Dr. Mahak, Dr Sajitha Nair, Dr Sindhu, Dr Sreya, Dr Jayakumar, Department of Pediatrics, AIMS, Kochi
one year old male child, sixth child of third degree consanguinous marriage, born preterm at 35 weeks via Emergency LSCS(in view of PIH), developmentally normal and immunised for age presented with high grade intermittent fever of 3 week duration. No history of cough/weight loss/TB contact/vomiting/altered sensorium/crying while passing urine.
There was history of multiple episodes of febrile illnesses in the past requiring multiple hospital admissions.
Ba was noted to have hypopigmented hair since birth. No family history of similar depugmented hair present.
At 2 months old, ba was admitted for fever and found to be anemic. USG Abdomen- normal, spleen size 6.9cm.
At 4.5 months old, again admitted for similar complaints. Hb 8.4mg/dL.
At 6 months old, evaluated at Medical College for persistent anemia during another febrile episode.
Labs
TC 8.7K N24% Plt 300K Hb 9.4g% MCV 64
Sickling Test negative, Mentzer index 16, Retic Count 4.1%. Parents were advised regular follow up.
8.5 months- similar admission with. Hb of 10.2%
There was history of multiple intra-uterine deaths prior to the birth of this child
Ba had 2 elder siblings who were healthy females. Mother’s second pregnancy resulted in IUD near term. It was a male foetus. Third and fourth pregnancies also resulted in IUDs at 6 months. Both were female babies.
Clinical examination revealed pallor, silvery grey hair, eyelashes and eyebrows with brown iris. One cafe au lait macule was present on the back.

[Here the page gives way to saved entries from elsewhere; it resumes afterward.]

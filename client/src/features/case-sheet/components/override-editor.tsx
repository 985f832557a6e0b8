import { Button, Group, NumberInput, Paper, Stack, Text, Textarea } from '@mantine/core';
import type { EstimateVisit } from '@ostium/shared';
import { useState } from 'react';
import { overrideErrors } from '../case-sheet.util';

export interface OverrideEditorProps {
  visits: EstimateVisit[];
  /** Minutes to start from: the current adjustment, or the estimate. */
  initialMinutes: number[];
  initialReason: string;
  onApply: (o: { minutesPerVisit: number[]; reason: string }) => void;
  onCancel: () => void;
  /** Errors from the server, keyed `override.reason`, `override.minutesPerVisit.0`. */
  serverErrors?: Record<string, string>;
}

/** An endodontist's minutes per visit; the reason is required, and booking then uses these figures. */
export function OverrideEditor({ visits, initialMinutes, initialReason, onApply, onCancel, serverErrors = {} }: OverrideEditorProps) {
  const [minutes, setMinutes] = useState<(number | string)[]>(() => visits.map((v, i) => initialMinutes[i] ?? v.minutes));
  const [reason, setReason] = useState(initialReason);
  const [errors, setErrors] = useState<Record<string, string>>({});
  const shown = { ...serverErrors, ...errors };

  const apply = () => {
    const found = overrideErrors(minutes, reason);
    setErrors(found);
    if (Object.keys(found).length === 0) onApply({ minutesPerVisit: minutes as number[], reason: reason.trim() });
  };

  return (
    <Paper withBorder p="sm" bg="stone.0" component="form" aria-label="Adjust chair time" onSubmit={(e) => { e.preventDefault(); apply(); }}>
      <Stack gap="xs">
        <Text fz="sm" fw={600}>
          Adjust chair time
        </Text>
        <Group gap="sm" align="flex-start">
          {visits.map((v, i) => (
            <NumberInput
              key={v.index}
              size="xs"
              w={140}
              label={`Visit ${v.index} minutes`}
              description={`estimate ${v.minutes}`}
              min={5}
              max={600}
              step={5}
              allowDecimal={false}
              value={minutes[i]}
              onChange={(val) => setMinutes((m) => m.map((x, j) => (j === i ? val : x)))}
              error={shown[`override.minutesPerVisit.${i}`]}
            />
          ))}
        </Group>
        <Textarea
          size="xs"
          label="Reason for the change"
          description="Required; it is kept with the case and shown beside the booked minutes."
          rows={2}
          withAsterisk
          value={reason}
          onChange={(e) => setReason(e.currentTarget.value)}
          error={shown['override.reason']}
        />
        <Group justify="flex-end" gap="xs">
          <Button size="xs" variant="subtle" color="stone" onClick={onCancel}>
            Cancel
          </Button>
          <Button size="xs" type="submit">
            Apply adjustment
          </Button>
        </Group>
      </Stack>
    </Paper>
  );
}
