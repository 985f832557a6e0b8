import { LEVELS, type Level } from '@ostium/shared';
import { useId, useRef, type KeyboardEvent, type ReactNode } from 'react';
import { LEVEL_LABELS } from '../case-sheet.util';
import classes from './level-choice.module.css';

const DOTS: Record<Level, number> = { low: 1, moderate: 2, high: 3 };

export interface LevelChoiceProps {
  value: Level;
  onChange?: (level: Level) => void;
  /** What each level means for this factor; the chosen one is shown under the control. */
  meanings: Record<Level, string>;
  /** Accessible name when there is no visible label to point at. */
  label?: string;
  /** Id of a visible label. */
  labelledBy?: string;
  /** A fact or the procedure fixes the level: focusable and readable, not changeable. */
  readOnly?: boolean;
  /** Why the level is what it is, e.g. "set by curvature 35°". */
  note?: ReactNode;
  error?: ReactNode;
}

/**
 * Three-segment low / moderate / high choice of our own design: each segment carries its level's
 * dots and colour, and it is a radio group for keyboard and assistive technology (one tab stop,
 * arrows move and choose, Home/End jump to the ends).
 */
export function LevelChoice({ value, onChange, meanings, label, labelledBy, readOnly = false, note, error }: LevelChoiceProps) {
  const meaningId = useId();
  const refs = useRef<Partial<Record<Level, HTMLButtonElement | null>>>({});

  const choose = (l: Level) => {
    if (!readOnly && l !== value) onChange?.(l);
  };

  const onKey = (e: KeyboardEvent<HTMLButtonElement>, current: Level) => {
    const i = LEVELS.indexOf(current);
    const target: Record<string, Level | undefined> = {
      ArrowRight: LEVELS[(i + 1) % 3],
      ArrowDown: LEVELS[(i + 1) % 3],
      ArrowLeft: LEVELS[(i + 2) % 3],
      ArrowUp: LEVELS[(i + 2) % 3],
      Home: 'low',
      End: 'high',
    };
    const next = target[e.key];
    if (next) {
      e.preventDefault();
      refs.current[next]?.focus();
      choose(next);
    } else if (e.key === ' ') {
      e.preventDefault();
      choose(current);
    }
  };

  return (
    <div>
      <div
        role="radiogroup"
        aria-label={labelledBy ? undefined : label}
        aria-labelledby={labelledBy}
        aria-describedby={meaningId}
        aria-readonly={readOnly || undefined}
        aria-invalid={error ? true : undefined}
        className={classes.group}
        data-readonly={readOnly || undefined}
      >
        {LEVELS.map((l) => (
          <button
            key={l}
            ref={(el) => {
              refs.current[l] = el;
            }}
            type="button"
            role="radio"
            aria-checked={l === value}
            aria-disabled={readOnly || undefined}
            tabIndex={l === value ? 0 : -1}
            title={meanings[l]}
            className={classes.segment}
            data-level={l}
            onClick={() => choose(l)}
            onKeyDown={(e) => onKey(e, l)}
          >
            <span className={classes.dots} aria-hidden="true">
              {Array.from({ length: DOTS[l] }, (_, i) => (
                <span key={i} className={classes.dot} data-level={l} />
              ))}
            </span>
            {LEVEL_LABELS[l]}
          </button>
        ))}
      </div>
      <div id={meaningId} className={classes.meaning} aria-live="polite">
        {meanings[value]}
        {note && (
          <>
            {' · '}
            <span className={classes.note}>{note}</span>
          </>
        )}
      </div>
      {error && (
        <div role="alert" style={{ color: 'var(--mantine-color-red-7)', fontSize: 'var(--mantine-font-size-xs)' }}>
          {error}
        </div>
      )}
    </div>
  );
}
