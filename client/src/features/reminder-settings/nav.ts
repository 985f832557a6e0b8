import { IconBellRinging } from '@tabler/icons-react';
import type { NavItem } from '../../app/navigation';

/** Settings → Reminders sits with the other settings pages in the administration section. */
export const reminderSettingsNavItems: NavItem[] = [{ to: '/settings/reminders', label: 'Reminders', icon: IconBellRinging, capability: 'reminderSettings', section: 'admin' }];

Auxology was within normal limits. Liver was palplable 1cm below the right costal margin with Liver Span of 8cm and the spleen was palpable 9cm below the Left Costal Margin. Other examination was normal.
Our differentials at this juncture with respect to this ba with hypopigmented hair were:
Chediak Higashi Syndrome
Griscelli Syndrome
Elejalde Syndrome
Hermansky Pudlack Syndrome
Labs showed neutropenia and microcytic anemia. TC 11.3 N 9.2% ANC 1043 L 89% Plt 94 Hb 7.5g% ESR 39 mm/hr
LFT/RFT/URE/Chest Xray/Blood Culture were normal.
Peripheral Smear showed microcytic hypochromic anemia with leukocytosis.
Dengue Panel/EBV IgM/CMV PCR/Immunoglobulin profile/ PreOp serology/2D Echo was also normal.
USG Abdomen showed splenomegaly 9.6cm.Lymphocyte sub set Panel showed CD8+ T cells and decrease in percentage and absolute count of CD4 + T cells.
Child developed worsening neutropenia and anemia with elevated Serum Ferritin (533ng/mL) and hypertriglyceridemia (776mg/dL), he was suspected to have HLH.
Bone Marrow Aspiration and Biopsy did not show hemophagocytosis. Normal trilinage maturation present. Normal Karyotyping present. No evidence of leukemia/lymphoma present on immunophenotyping.
Child was considered case of Hemophagocytic Lymphohistiocytosis with possibility of Griscelli Syndrome. WES was sent which proved the same.
Children with silvery grey hair should be evaluated with an algorithmic approach.
Chediak Higashi is a rare autosomal recessive disease with recurrent pyogenic infections, partial oculo cutaneous albinism and progressive neurologic abnormalities which occurs due to a defect in the LYST gene. HSCT is the treatment of choice.
Elejalde syndrome is also an autosomal recessive disorder characterised sivery grey hair, suntanned skin and severe neurologic dystfunction in the form of seizures, hypotonia and mental retardation.
Griscelli Syndrome is divided into 3 subtypes as described in the graphs.
Carry Home Message- Silvery Grey Hair must be evaluated.